Displaced Palestinians, who fled their houses due to Israeli strikes, look out from a window as they take shelter, amid the ongoing conflict between Israel and Hamas, in Khan Younis in the southern Gaza Strip, July 24, 2024. (Reuters)
Displaced Palestinians, who fled their houses due to Israeli strikes, look out from a window as they take shelter, amid the ongoing conflict between Israel and Hamas, in Khan Younis in the southern Gaza Strip, July 24, 2024. (Reuters)

The World Health Organization is sending more than one million polio vaccines to Gaza to be administered over the coming weeks to prevent children being infected after the virus was detected in sewage samples, its chief said on Friday.

"While no cases of polio have been recorded yet, without immediate action, it is just a matter of time before it reaches the thousands of children who have been left unprotected," Director-General Tedros Adhanom Ghebreyesus said in an opinion piece in Britain's The Guardian newspaper.

He wrote that children under five were most at risk from the viral disease, and especially infants under two since normal vaccination campaigns have been disrupted by more than nine months of conflict.

Poliomyelitis, which is spread mainly through the fecal-oral route, is a highly infectious virus that can invade the nervous system and cause paralysis. Cases of polio have declined by 99% worldwide since 1988 thanks to mass vaccination campaigns and efforts continue to eradicate it completely.

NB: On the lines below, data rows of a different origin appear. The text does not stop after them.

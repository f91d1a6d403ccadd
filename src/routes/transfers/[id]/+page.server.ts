import { error } from '@sveltejs/kit';
import { models } from '$lib/server/models';
import { ApiProblem } from '$lib/server/api';
import { cancelTransfer, getTransfer, signInput, signTransfer } from '$lib/server/custody/transfers';
import { formAction, formValues, parseForm } from '$lib/server/forms';
import type { Actions, PageServerLoad } from './$types';

export const load: PageServerLoad = async ({ params, locals }) => {
	try {
		return await getTransfer(models(), locals.user!, params.id);
	} catch (e) {
		if (e instanceof ApiProblem) error(e.status, { code: e.code, message: e.message });
		throw e;
	}
};

export const actions: Actions = {
	sign: async ({ params, locals, request }) => {
		const values = formValues(await request.formData());
		const parsed = parseForm({ meaning: values.meaning ?? '', password: values.password ?? '', note: values.note ?? '' }, signInput);
		if (!parsed.ok) return parsed.failure;
		const r = await formAction(values, () => signTransfer(models(), locals.user!, params.id, parsed.data));
		return r.ok ? { signed: r.value } : r.failure;
	},
	cancel: async ({ params, locals, request }) => {
		const values = formValues(await request.formData());
		const r = await formAction(values, () => cancelTransfer(models(), locals.user!, params.id));
		return r.ok ? { cancelled: true } : r.failure;
	}
};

Israel's military said on Sunday it would start offering the polio vaccine to soldiers serving in the Gaza Strip after remnants of the virus were found in test samples in the enclave.

Besides polio, the UN reported last week a widespread increase in cases of Hepatitis A, dysentery and gastroenteritis as sanitary conditions deteriorate in Gaza, with sewage spilling into the streets near some camps for displaced people.